トップは男性、支えるのは女性という構図が変わらない日本社会。
指導的地位に就く女性を増やす必要性の議論で、よく聞かれるのが「女性自身が前に出たがらない」という指摘だ。
女性はリーダーに向かないのか。元首相による女性蔑視発言がくすぶり続ける中、
「功績は代表の男性のものになる。いつものことだ」とつづった女性のフェイスブックへの投稿が関心を引いた。女性とリーダーについて考えた。 (中村真暁)

 「物を申せば生意気だの出たがりだのたたかれるから、もはや無表情で、時には作り笑いで受け流す。
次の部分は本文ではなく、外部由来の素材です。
/** The Jacobian of F over the unknowns, each row divided by scale, into J. */
function assembleJacobian(ws: Workspace, u: number, scale: Float64Array, J: Matrix): void {
  const p = ws.p
  const { nc, nsp, charge, z2 } = p
  const nr = ws.nUnknownComponents
  const na = ws.nActive
  const dim = ws.dim
  const uCol = nr + na
  const data = (J as unknown as { data: Float64Array[] }).data
  for (let r = 0; r < dim; r++) data[r].fill(0)
  const { nzStart, nzComponent, nzNu } = p
  const rowOf = ws.rowOfComponent
  const balanceRow = ws.balanceRow
  for (let i = 0; i < nsp; i++) {
    const w = Math.LN10 * ws.c[i]
    if (w === 0) continue
    const start = nzStart[i]
    const end = nzStart[i + 1]
    const dl = ws.dlc[i]
    // Mass-balance rows: w ν_ij ν_ik over the species' own components.
    for (let e = start; e < end; e++) {
      const r = rowOf[nzComponent[e]]
      if (r < 0 || r === balanceRow) continue
      const row = data[r]
      const wr = w * nzNu[e]
      for (let f = start; f < end; f++) {
        const k = rowOf[nzComponent[f]]
        if (k >= 0) row[k] += wr * nzNu[f]
      }
      if (ws.hasU) row[uCol] += wr * dl
    }
    if (balanceRow >= 0 && charge[i] !== 0) {
      const row = data[balanceRow]
      const wr = w * charge[i]
      for (let f = start; f < end; f++) {
        const k = rowOf[nzComponent[f]]
        if (k >= 0) row[k] += wr * nzNu[f]
      }
      if (ws.hasU) row[uCol] += wr * dl
    }
    if (ws.hasU && z2[i] !== 0) {
      const row = data[uCol]
      const wr = -0.5 * w * z2[i]
      for (let f = start; f < end; f++) {
        const k = rowOf[nzComponent[f]]
        if (k >= 0) row[k] += wr * nzNu[f]
      }
      row[uCol] += wr * dl
    }
  }
  for (let a = 0; a < na; a++) {
    const s = ws.rowSolid[a]
    for (let r = 0; r < nr; r++) {
      const j = ws.rowComponent[r]
      if (p.mode[j] === MODE_TOTAL) data[r][nr + a] = p.solidNu[s * nc + j]
    }
    const row = data[nr + a]
    for (let k = 0; k < nr; k++) row[k] = p.solidNu[s * nc + ws.rowComponent[k]]
    if (ws.hasU) {
      let d = 0
      for (let j = 0; j < nc; j++) d += p.solidNu[s * nc + j] * ws.dxdu[j]
      row[uCol] = d
    }
  }
  if (ws.hasU) data[uCol][uCol] += 2 * u
  for (let r = 0; r < dim; r++) {
    const inv = 1 / scale[r]
    const row = data[r]
    for (let k = 0; k < dim; k++) row[k] *= inv
  }
}

/** Sets ws.worstMax and ws.worstRow: the largest scaled residual and its row. */
function findWorst(ws: Workspace): void {
  let max = 0
  let row = 0
  for (let r = 0; r < ws.dim; r++) {
    const v = Math.abs(ws.F[r] / ws.scale[r])
    if (!(v <= max)) { max = Number.isNaN(v) ? Infinity : v; row = r }
  }
  ws.worstMax = max
  ws.worstRow = row
}

function meritOf(ws: Workspace, F: Float64Array, scale: Float64Array): number {
  let m = 0
  for (let r = 0; r < ws.dim; r++) { const v = F[r] / scale[r]; m += v * v }
  return Number.isNaN(m) ? Infinity : m
}

/** Writes the unknowns plus t·delta into (y, n) from (y0, n0); returns the new u. */
function applyStep(ws: Workspace, state: SolverState, u0: number, t: number): number {
  const nr = ws.nUnknownComponents
  for (let r = 0; r < nr; r++) { const j = ws.rowComponent[r]; state.y[j] = ws.y0[j] + t * ws.delta[r] }
  for (let a = 0; a < ws.nActive; a++) { const s = ws.rowSolid[a]; state.n[s] = ws.n0[s] + t * ws.delta[nr + a] }
  // √I may shrink tenfold at most in one step: it must stay positive.
  return ws.hasU ? Math.max(0.1 * u0, u0 + t * ws.delta[nr + ws.nActive]) : u0
}

/**
 * Solves J·delta = −F/scale; false when J is singular. Without solids a
 * singular J only means one species swamps the others (rows in proportion),
 * so a small diagonal shift (Levenberg–Marquardt) still gives a descent
 * direction; with solids it is reported, because it means dependent
 * saturation equations, which the phase loop resolves.
 */
function newtonDirection(ws: Workspace, state: SolverState): boolean {
  const dim = ws.dim
  const J = ws.matrix(dim)
  assembleJacobian(ws, state.u, ws.scale, J)
  const b = ws.column(dim)
  for (let r = 0; r < dim; r++) b.set(r, 0, -ws.F[r] / ws.scale[r])
  let lu = new LuDecomposition(J)
  if (lu.isSingular()) {
    if (ws.nActive > 0) return false
    let biggest = 0
    for (let r = 0; r < dim; r++) for (let k = 0; k < dim; k++) biggest = Math.max(biggest, Math.abs(J.get(r, k)))
    const shift = Math.max(biggest, 1) * 1e-8
    for (let r = 0; r < dim; r++) J.set(r, r, J.get(r, r) + shift)
    lu = new LuDecomposition(J)
    if (lu.isSingular()) return false
  }
  const sol = lu.solve(b)
  for (let r = 0; r < dim; r++) {
    const v = sol.get(r, 0)
    if (!Number.isFinite(v)) return false
    ws.delta[r] = v
  }
  return true
}

/** Passes of the starting-point correction below. */
const PRESOLVE_PASSES = 12

/**
 * Brings a cold guess near the balances before Newton: each total
 * component held only positively is scaled by (T / Σ ν c)^(1/ν_max), and the
 * balance component takes a clipped step on the charge balance, a few passes. A guess of every free form at its total can put a strong complex
 * at 10^20 mol/L, where the Jacobian rows become proportional; after this no
 * species exceeds the totals that make it.
 */
export function presolve(ws: Workspace, state: SolverState): void {
  const p = ws.p
  const { nc, nsp, nu } = p
  for (let pass = 0; pass < PRESOLVE_PASSES; pass++) {
    computeSpecies(ws, state)
    let moved = false
    for (let j = 0; j < nc; j++) {
      if (p.mode[j] !== MODE_TOTAL || !(p.total[j] > 0)) continue
      let sum = 0
      let nuMax = 0
      let positive = true
      for (let i = 0; i < nsp; i++) {
        const v = nu[i * nc + j]
        if (v < 0) { positive = false; break }
        if (v > 0) { sum += v * ws.c[i]; nuMax = Math.max(nuMax, v) }
      }
      if (!positive || nuMax === 0 || !(sum > 0) || !Number.isFinite(sum)) continue
      const change = Math.log10(p.total[j] / sum) / nuMax
      if (Math.abs(change) > 0.01) moved = true
      state.y[j] += Math.max(-MAX_PRESOLVE_STEP, Math.min(MAX_PRESOLVE_STEP, change))
    }
    if (balanceStep(ws, state)) moved = true
    if (!moved) break
  }
}

/**
 * One clipped Newton step of the charge balance alone on the balance
 * component (the others held), at the species last computed; true when it
 * moved noticeably.
 */
function balanceStep(ws: Workspace, state: SolverState): boolean {
  const p = ws.p
  const { nc, nsp, nu, charge } = p
  for (let j = 0; j < nc; j++) {
    if (p.mode[j] !== MODE_BALANCE) continue
    let F = 0
    let dF = 0
    for (let i = 0; i < nsp; i++) {
      const q = charge[i] * ws.c[i]
      F += q
      dF += Math.LN10 * q * nu[i * nc + j]
    }
    if (!(dF !== 0) || !Number.isFinite(F / dF)) return false
    const step = Math.max(-MAX_BALANCE_PRESTEP, Math.min(MAX_BALANCE_PRESTEP, -F / dF))
    state.y[j] += step
    return Math.abs(step) > 0.01
  }
  return false
}

/** Largest change of the balance component in one presolve pass. */
const MAX_BALANCE_PRESTEP = 2

/** Largest change of one log10 c in one presolve pass. */
const MAX_PRESOLVE_STEP = 10

/** Size of the step for the convergence test: log units for activities, relative for amounts and √I. */
function stepSize(ws: Workspace, state: SolverState): number {
  const p = ws.p
  const nr = ws.nUnknownComponents
  let m = 0
  for (let r = 0; r < nr; r++) m = Math.max(m, Math.abs(ws.delta[r]))
  for (let a = 0; a < ws.nActive; a++) {
    const s = ws.rowSolid[a]
    let ref = Math.abs(state.n[s])
    for (let j = 0; j < p.nc; j++) ref = Math.max(ref, Math.abs(p.solidNu[s * p.nc + j] * p.total[j]))
    m = Math.max(m, Math.abs(ws.delta[nr + a]) / (ref > 0 ? ref : 1))
  }
  if (ws.hasU) m = Math.max(m, Math.abs(ws.delta[nr + ws.nActive]) / Math.max(state.u, 1e-12))
  return m
}

/** Largest √I a starting point may take (I = 25 mol/L): guesses far off must not blow γ up. */
const MAX_START_ROOT_I = 5

/**
 * A few fixed-point passes u ← √I(u) at the starting point; true when the
 * species last computed belong to the state as left. Near u = 0
 * the ionic-strength equation u² − I(u) first falls, so Newton started below
 * its root would step the wrong way; from the fixed point it does not.
 */
function settleIonicStrength(ws: Workspace, state: SolverState): boolean {
  const p = ws.p
  for (let pass = 0; pass < 4; pass++) {
    computeSpecies(ws, state)
    let half = 0
    for (let i = 0; i < p.nsp; i++) half += p.z2[i] * ws.c[i]
    const next = Math.min(Math.sqrt(0.5 * half), MAX_START_ROOT_I)
    // Close enough: keep u, so the species just computed are those of the state.
    if (!Number.isFinite(next) || Math.abs(next - state.u) <= 1e-3 * next) return true
    state.u = next
  }
  return false
}
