/**
 * The equilibrium solver: `solve` for one state of a model, `sweep` for the
 * study the model declares. Plain TypeScript with explicit imports, shared by
 * the server routes, the worker, the CLI, the tests and the benchmark.
 */
import type { Model } from '../../shared/poise/model'
import type { Result, SweepResult } from '../../shared/types/result'
import { presolve } from './presolve'
import { Workspace, type Limits, type SolverState } from './workspace'
import { canPrecipitate, saturationIndex, solveWithPhases, SUPERSATURATION_TOLERANCE } from './phases'
import { RESIDUAL_TOLERANCE } from './newton'
import { computeSpecies } from './equations'
import { MIN_NONZERO_TOTAL, MODE_BALANCE, MODE_TOTAL, buildProblem, setComponent, setTemperature, type Problem } from './problem'
import { buildResult } from './result'
import { limitWindows } from './limits'
import { shortcutOf } from '../../shared/results/shortcut'

/** The hand method's estimate beside a converged answer (shared/results/shortcut.ts); the answer itself is untouched. */
export function withShortcut(model: Model, result: Result): Result {
  if (!result.converged) return result
  const shortcut = shortcutOf(model, result)
  return shortcut ? { ...result, shortcut } : result
}
import { bufferCapacity } from './sensitivity'
import { attachLinearUncertainty } from './uncertainty'
import { monteCarloBands } from './montecarlo'

/** Stored with every run, so a result can be traced to the solver that made it. */
export const SOLVER_VERSION = '1.3.1'

/** Hard ceilings the server may rely on whatever a caller asks for. */
export const SOLVER_LIMITS = { maxIterations: 2000, timeBudgetMs: 60_000 } as const
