def test_mesh_beside_an_ellipsoid_against_the_carlson_field_over_its_volume():
    # reference: the ellipsoid's exterior field (Carlson's symmetric integrals; the project's kernel,
    # itself checked against scipy volume quadrature in test_field_ellipsoid.py) and its gradient
    # (scipy.special.elliprd), integrated over the mesh's VOLUME in tetrahedra by collapsed
    # Gauss-Legendre: an independent check of the surface formulation, not of the field
    radii = np.array([0.03, 0.02, 0.015])
    Re, te = rot(0.2, -0.1, 0.4), np.array([0.005, 0.002, -0.003])
    ell = body("ell", Ellipsoid(tuple(radii)), te, Re, density=8900.0)
    part = trimesh.creation.cylinder(radius=0.01, height=0.012, sections=20)
    verts = np.asarray(part.vertices) + np.array([0.0, 0.0, 0.006])  # bottom cap centre at the origin
    mesh = MeshShape(verts, np.asarray(part.faces), "part")
    # the flat cap parallel to the ellipsoid's tangent plane at q, 1% of the mesh's smallest size off it:
    # both convex, so that is their distance
    th, ph = 1.1, 0.7
    q = radii * np.array([np.sin(th) * np.cos(ph), np.sin(th) * np.sin(ph), np.cos(th)])
    n = q / radii**2
    n /= np.linalg.norm(n)
    gap = 0.01 * 0.012
    m = body("mesh", mesh, te + Re @ (q + gap * n), Re @ rotation_z_to(n) @ rot(0, 0, 0.3), density=2700.0)
    assert bodies_overlap(m, ell) is None
    pivot, axis = np.array([0.01, 0.02, 0.0]), np.array([0.3, 0.0, 1.0]) / np.linalg.norm([0.3, 0.0, 1.0])
    ref = ellipsoid_field_on_mesh(m, ell, pivot, axis, 10)
    ref_err = np.abs(ellipsoid_field_on_mesh(m, ell, pivot, axis, 13) - ref) + 1e-14 * np.abs(ref)
    # the mesh's surface in the ellipsoid's field (the engine's choice), and the ellipsoid's surface in the
    # mesh's polyhedron field (the other formulation; third law)
    for pr, sign in ((pair_interaction(m, ell, pivot, axis, G), 1.0), (surface_of(ell, m, pivot, axis), -1.0)):
        assert_force_torque(pr, sign * ref[0:3], sign * ref[3:6],
                            (np.linalg.norm(ref_err[0:3]), np.linalg.norm(ref_err[3:6])))
        assert_scalar(pr.stiffness_axis, ref[6], pr.errors[6], ref_err[6])
        assert_scalar(pr.energy, ref[7], pr.errors[7], ref_err[7])


# ------------------------------------------------------------------------------------------
# slabs and cubes
# ------------------------------------------------------------------------------------------

def test_a_wide_thin_box_approaches_the_infinite_slab():
    # Bouguer plate: g = 2 pi G rho t above an infinite slab (Telford, Geldart and Sheriff, Applied Geophysics, 2nd ed., 1990, gravity chapter; from memory, equation number not checked); a finite square plate pulls
    # with 4 G sigma atan(w^2 / (d sqrt(2 w^2 + d^2))) on its axis (solid angle of a rectangle), here
    # integrated over the thickness by scipy quad. For w >> d, atan(x) = pi/2 - 1/x + O(x^-3) with
    # 1/x = sqrt(2) d / w, so the deficit from the slab is (2 sqrt 2 / pi) d / w to first order (d the
    # mean height over the plate, here z)
    t, rho, z = 0.002, 11340.0, 0.004
    ball = body("ball", Sphere(0.002), (0.0, 0.0, z), density=19300.0)
    deficits = []
    for w in (0.25, 0.5, 1.0):  # half-widths in m
        slab = body("slab", Box((2 * w, 2 * w, t)), density=rho)
        pr = pair_interaction(ball, slab, np.zeros(3), Z, G)
        gz, e = plate_on_axis(w, w, t, rho, z)
        assert_scalar(pr.force[2], ball.mass * gz, pr.errors[2], ball.mass * e, bar=1e-11)
        deficits.append(1 - (-pr.force[2] / ball.mass) / (2 * np.pi * G * rho * t))
    deficits = np.array(deficits)
    first_order = 2 * np.sqrt(2) / np.pi * z / np.array([0.25, 0.5, 1.0])
    assert np.allclose(deficits, first_order, rtol=0.03)
    assert np.allclose(deficits[:-1] / deficits[1:], 2.0, rtol=0.01)  # falls like d / w
    # an extended test body above the slab feels the same uniform field: F = 2 pi G rho t m, less the
    # same O(d / w) deficit (a cylinder, integrated over its surface in the prism field)
    cyl = body("cyl", Cylinder(0.003, 0.004), (0.0, 0.0, z), density=19300.0)
    pr = pair_interaction(cyl, body("slab", Box((2.0, 2.0, t)), density=rho), np.zeros(3), Z, G)
    assert -pr.force[2] / cyl.mass == pytest.approx(2 * np.pi * G * rho * t, rel=2 * deficits[-1])


def _cube_mesh(edge):
    m = trimesh.creation.box(extents=(edge, edge, edge))
    return MeshShape(np.asarray(m.vertices), np.asarray(m.faces), "cube")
これが、先祖代々伝わる『女の分際』のわきまえ方」

 投稿者は、貧困問題に取り組む一般社団法人「つくろい東京ファンド」(中野区)スタッフの小林美穂子さん(52)。
発信した二月三日は、東京五輪・パラリンピック組織委員会の森喜朗前会長の女性蔑視発言があった日でもあった。
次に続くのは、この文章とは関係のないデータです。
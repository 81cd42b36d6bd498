// Folder creation fails cleanly where Node's recursive mkdir spins forever: under procfs, which
// answers ENOENT for children of an existing folder, and through a dangling symlink.

import { existsSync, symlinkSync, writeFileSync } from 'node:fs';
import path from 'node:path';
import { describe, expect, it } from 'vitest';
import { ensureDir } from '../../src/io/ensure-dir.js';
import { tempDir } from '../helpers.js';

const code = (fn: () => void) => {
  try {
    fn();
    return 'ok';
  } catch (e) {
    return (e as NodeJS.ErrnoException).code;
  }
};

describe('ensureDir', () => {
  it('makes every missing level', () => {
    const d = path.join(tempDir(), 'a', 'b', 'c');
    ensureDir(d);
    expect(existsSync(d)).toBe(true);
    ensureDir(d); // and is happy when it exists
  });
  it('fails with ENOENT under /proc instead of looping', () => {
    expect(code(() => ensureDir('/proc/straylight-no-such/frames'))).toBe('ENOENT');
  });
  it('fails with ENOENT through a dangling symlink', () => {
    const d = tempDir();
    symlinkSync(path.join(d, 'gone'), path.join(d, 'link'));
    expect(code(() => ensureDir(path.join(d, 'link', 'frames')))).toBe('ENOENT');
  });
  it('fails with ENOTDIR when a file stands in the way', () => {
    const d = tempDir();
    writeFileSync(path.join(d, 'file'), '');
    expect(code(() => ensureDir(path.join(d, 'file', 'frames')))).toBe('ENOTDIR');
  });
});
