// Alpha modes, composited by an independent compositor (OpenImageIO's oiiotool, Debian
// openimageio-tools) over a plate. Porter & Duff 1984, "Compositing Digital Images": with
// premultiplied colour, A over B = A + (1 - alpha_A) B, and "plus" = A + B. So:
//  - alpha: emission (alpha 0, light premultiplied): over = plus, exactly, on any plate;
//  - alpha: premultiplied (alpha = the pass's largest channel): over = pass + (1 - alpha) plate,
//    which equals plus over black and falls short of it by alpha x plate elsewhere (a screen-like
//    result that never passes white); plus on its RGB stays physically additive.

import { spawnSync } from 'node:child_process';
import { readFileSync, writeFileSync } from 'node:fs';
import path from 'node:path';
import { describe, expect, it } from 'vitest';
import { decodeExr } from '../../src/format/exr-read.js';
import { cli, tempDir } from '../helpers.js';

function oiio(cmd: string, args: string[]): string {
  const r = spawnSync(cmd, args, { encoding: 'utf8' });
  if (r.error) throw r.error;
  if (r.status !== 0 && cmd !== 'idiff') throw new Error(`${cmd} ${args.join(' ')}: ${r.stderr}`);
  return r.stdout + r.stderr;
}

const W = 64;
const H = 36;

async function pass(dir: string, name: string, output: string, stops = 0.5): Promise<string> {
  const shot = path.join(dir, `${name}.yaml`);
  writeFileSync(
    shot,
    `version: 1
frame: { width: ${W}, height: ${H}, rate: 24, first: 1, last: 1 }
lights: [{ name: a, position: [30, 18], intensity: ${stops}, radius: 5, colour: { rgb: [1, 0.8, 0.5] } }]
flare: { glow: { fraction: 0.3 } }
output: { path: "${name}/f.####.${output.includes('exr') ? 'exr' : 'png'}", ${output} }
`,
  );
  const out = path.join(dir, `${name}.${output.includes('exr') ? 'exr' : 'png'}`);
  const r = await cli(['still', shot, '--frame', '1', '--out', out]);
  expect(r.code, r.stderr).toBe(0);
  return out;
}

/** A plate with alpha 1: a vertical gradient, bright at the bottom. */
function plate(dir: string): string {
  const f = path.join(dir, 'plate.exr');
  oiio('oiiotool', ['--pattern', 'fill:top=0.05,0.1,0.2,1:bottom=0.9,0.7,0.5,1', `${W}x${H}`, '4', '-d', 'float', '-o', f]);
  return f;
}

const rgb = (file: string) => {
  const img = decodeExr(readFileSync(file));
  return ['R', 'G', 'B'].map((c) => img.channels.get(c)!);
};

describe('alpha modes composited by oiiotool (Porter & Duff 1984)', () => {
  it('emission: the pass "over" a plate equals the additive pass "plus" the plate', async () => {
    const dir = tempDir();
    const lit = await pass(dir, 'emission', 'format: exr, exr: { type: float }, alpha: emission');
    const add = await pass(dir, 'none', 'format: exr, exr: { type: float }');
    const p = plate(dir);
    oiio('oiiotool', [lit, p, '--over', '--ch', 'R,G,B', '-o', path.join(dir, 'over.exr')]);
    oiio('oiiotool', [add, p, '--ch', 'R,G,B', '--add', '-o', path.join(dir, 'plus.exr')]);
    const out = oiio('idiff', ['-fail', '1e-6', '-warn', '1e-6', path.join(dir, 'over.exr'), path.join(dir, 'plus.exr')]);
    expect(out).toContain('PASS');
    // and the flare is really there: the composite is brighter than the plate at the light
    const [r] = rgb(path.join(dir, 'over.exr'));
    const [pr] = rgb(p);
    expect(r[18 * W + 30] - pr[18 * W + 30]).toBeGreaterThan(0.3);
  });

  it('premultiplied EXR: over = pass + (1 - alpha) plate; equal to plus over black; short of plus by alpha x plate', async () => {
    const dir = tempDir();
    const rgba = await pass(dir, 'pre', 'format: exr, exr: { type: float }, alpha: premultiplied');
    const p = plate(dir);
    oiio('oiiotool', [rgba, p, '--over', '--ch', 'R,G,B', '-o', path.join(dir, 'over.exr')]);
    const img = decodeExr(readFileSync(rgba));
    const a = img.channels.get('A')!;
    const c = ['R', 'G', 'B'].map((n) => img.channels.get(n)!);
    const pl = rgb(p);
    const over = rgb(path.join(dir, 'over.exr'));
    let worst = 0;
    let biggestShortfall = 0;
    for (let i = 0; i < W * H; i++) {
      for (let k = 0; k < 3; k++) {
        worst = Math.max(worst, Math.abs(over[k][i] - (c[k][i] + (1 - a[i]) * pl[k][i])));
        biggestShortfall = Math.max(biggestShortfall, c[k][i] + pl[k][i] - over[k][i]);
      }
    }
    expect(worst).toBeLessThan(1e-6);
    expect(biggestShortfall).toBeGreaterThan(0.1); // not additive where the core is opaque over a lit plate
    // over black, over and plus agree
    oiio('oiiotool', ['--pattern', 'constant:color=0,0,0,1', `${W}x${H}`, '4', '-d', 'float', '-o', path.join(dir, 'black.exr')]);
    oiio('oiiotool', [rgba, path.join(dir, 'black.exr'), '--over', '--ch', 'R,G,B', '-o', path.join(dir, 'over-black.exr')]);
    const ob = rgb(path.join(dir, 'over-black.exr'));
    for (let i = 0; i < W * H; i += 7) for (let k = 0; k < 3; k++) expect(ob[k][i]).toBeCloseTo(c[k][i], 6);
  });

  it('premultiplied 16-bit linear PNG (straight alpha in the file): oiiotool premultiplies on load and "over" follows the same formula, within quantisation', async () => {
    const dir = tempDir();
    // 1.5 stops under: the pass stays below 1, where the PNG would clip
    const png = await pass(dir, 'png', 'format: png16, transfer: linear, alpha: premultiplied', -1.5);
    const ref = await pass(dir, 'ref', 'format: exr, exr: { type: float }, alpha: premultiplied', -1.5);
    const p = plate(dir);
    oiio('oiiotool', [png, p, '--over', '--ch', 'R,G,B', '-d', 'float', '-o', path.join(dir, 'over-png.exr')]);
    oiio('oiiotool', [ref, p, '--over', '--ch', 'R,G,B', '-o', path.join(dir, 'over-exr.exr')]);
    // 16-bit codes are 1/65535 apart; dividing by alpha and multiplying back keeps the error within
    // a code or two where alpha is small; 4e-5 bounds it
    const out = oiio('idiff', ['-fail', '4e-5', '-warn', '4e-5', path.join(dir, 'over-png.exr'), path.join(dir, 'over-exr.exr')]);
    expect(out).toContain('PASS');
  });

  it('emission needs OpenEXR: PNG stores straight alpha, where light under alpha 0 would be lost', async () => {
    const dir = tempDir();
    const shot = path.join(dir, 's.yaml');
    writeFileSync(shot, `version: 1\nframe: { width: 32, height: 18, rate: 24, first: 1, last: 1 }\nlights: [{ name: a, position: [16, 9], intensity: 0 }]\noutput: { path: "o/f.####.png", alpha: emission }\n`);
    const r = await cli(['check', shot]);
    expect(r.code).toBe(3);
    expect(r.stderr).toMatch(/s\.yaml:4:40: output\.alpha: alpha: emission needs format: exr/);
  });
});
 「功績」とは、法人によるアンケートを機に、生活保護利用を阻む要因となっている親族への扶養照会の運用に、改善の兆しが見えたことだ。
結果は国会でも取り上げられ、長年改善を求めてきた支援現場の人々に高揚感が高まった。

 だが、小林さんにはモヤモヤが渦巻いていた。
調査が同法人の代表理事で、夫の稲葉剛さん(51)一人の手柄のごとく伝わり、「稲葉さんはすごい」との声も聞いたからだ。
実際は小林さんの提案。稲葉さんも関わったが、収集や集計など地道な作業をした他の七人は全員女性だった。
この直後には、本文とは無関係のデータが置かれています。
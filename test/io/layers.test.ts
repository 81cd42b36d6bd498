// Layered OpenEXR output: one file a frame, the combined image as the default layer and each
// element as a layer (glow.R, glow.G, glow.B, ...), checked with OpenImageIO's oiiotool (Debian
// openimageio-tools): the channels it lists, and the element layers summed by oiiotool against the
// combined layer within half-float precision (IEEE 754 binary16: 2^-11 relative).

import { execFileSync } from 'node:child_process';
import { existsSync, readdirSync, writeFileSync } from 'node:fs';
import path from 'node:path';
import { describe, expect, it } from 'vitest';
import { cli, tempDir } from '../helpers.js';

const SHOT = (output: string) => `version: 1
frame: { width: 160, height: 90, rate: 24, first: 1, last: 2 }
lights:
  - { name: lamp, position: [{ frame: 1, x: 40, y: 30 }, { frame: 2, x: 60, y: 35 }], intensity: 10 }
lens: { preset: double-gauss-50, f_number: 4 }
flare: { starburst: { size: 20 }, veil: { fraction: 0.01 }, dust: { fraction: 0.02 } }
${output}
`;

describe('layered OpenEXR frames', () => {
  it('hold the combined image and one layer per element, and the layers add up to it (oiiotool)', async () => {
    const dir = tempDir();
    const f = path.join(dir, 'shot.yaml');
    writeFileSync(f, SHOT('output: { path: "out/f.####.exr", format: exr, passes: layers }'));
    const r = await cli(['render', f, '--quiet']);
    expect(r.stderr).toBe('');
    expect(r.code).toBe(0);
    // one sequence: two frames and its manifest, no per-element sequences
    expect(readdirSync(path.join(dir, 'out')).sort()).toEqual(['f.0001.exr', 'f.0002.exr', 'f.manifest.json']);
    const file = path.join(dir, 'out', 'f.0002.exr');
    const info = execFileSync('oiiotool', ['--info', '-v', file], { encoding: 'utf8' });
    const list = /channel list: (.*)/.exec(info)![1].split(', ').map((c) => c.replace(/ \(.*\)$/, ''));
    const elements = ['core', 'dust', 'ghosts', 'glow', 'starburst', 'veil'];
    expect(new Set(list)).toEqual(new Set(['R', 'G', 'B', ...elements.flatMap((e) => [`${e}.R`, `${e}.G`, `${e}.B`])]));
    // the element layers summed by oiiotool, against the default layer
    const sum = path.join(dir, 'sum.exr');
    const args: string[] = [];
    elements.forEach((e, i) => {
      args.push(file, '--ch', `${e}.R,${e}.G,${e}.B`, '--chnames', 'R,G,B');
      if (i > 0) args.push('--add');
    });
    execFileSync('oiiotool', [...args, '-d', 'float', '-o', sum]);
    const stats = execFileSync('oiiotool', [sum, file, '--ch', 'R,G,B', '--absdiff', '--printstats'], { encoding: 'utf8' });
    const maxDiff = Math.max(.../Stats Max: ([\d.e+-]+) ([\d.e+-]+) ([\d.e+-]+)/.exec(stats)![0].split(/\s+/).slice(2).map(Number));
    const peak = Math.max(...execFileSync('oiiotool', [file, '--ch', 'R,G,B', '--printstats'], { encoding: 'utf8' }).match(/Stats Max: ([\d.e+-]+) ([\d.e+-]+) ([\d.e+-]+)/)![0].split(/\s+/).slice(2).map(Number));
    expect(peak).toBeGreaterThan(1);
    // each half value within 2^-11 of its own size, six of them summed: well under 1% of the peak
    expect(maxDiff).toBeLessThan(6 * peak * 2 ** -11);
    // verify sees one sequence
    const v = await cli(['verify', f]);
    expect(v.code).toBe(0);
  });

  it('refuses layers in PNG: one located line', async () => {
    const dir = tempDir();
    const f = path.join(dir, 'shot.yaml');
    writeFileSync(f, SHOT('output: { path: "out/f.####.png", passes: layers }'));
    const r = await cli(['check', f]);
    expect(r.code).toBe(3);
    expect(r.stderr.split('\n')[0]).toMatch(/shot\.yaml:7:\d+: output\.passes: layers are OpenEXR layers: give format: exr, or passes: separate for one PNG sequence per element$/);
    expect(existsSync(path.join(dir, 'out'))).toBe(false);
  });
});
 代表は評価や批判の矢面に立つものだが、「何か大きなことがあると代表がやったのだろうと、無意識に思うことになっている。
代表が男性ばかりの困窮者の支援団体はなおさら」と小林さんは指摘する。

 こうした受け止めをされる背景に、「女性はいつも、男性の下で支えるものという刷り込みがみんなにある」と小林さん。
同じことを述べても、男性だと褒められるのに、女性だとネガティブな反応が起きることも少なくない。
稲葉さんも「女性が社会的に発言しにくい世の中になっている」と認める。
投稿したのも「私自身が女性の立場を軽んじてきた。自分を含めたみんなの問題だと可視化し、気付いてほしかった」。
投稿には八十件弱のコメントが寄せられた。

 リーダー、男性、女性それぞれに望まれる特性を尋ねる調査が二〇一八年に行われた。
大手二十五社の役員、管理職、一般社員ら約二千五百人が回答。
リーダーに望まれる「行動力」「説得力」といった特性の多くが、男性に望まれる特性と重なったが、女性に望まれる特性との共通項は少なかった。
女性には「礼儀正しい」「気遣いがある」などが望まれた。

 この調査を行った、働く女性の取材を続けるジャーナリストの野村浩子さん=写真=は
「リーダーは男性向きで女性はふさわしくないという偏見がある可能性が浮かび上がった」と指摘する。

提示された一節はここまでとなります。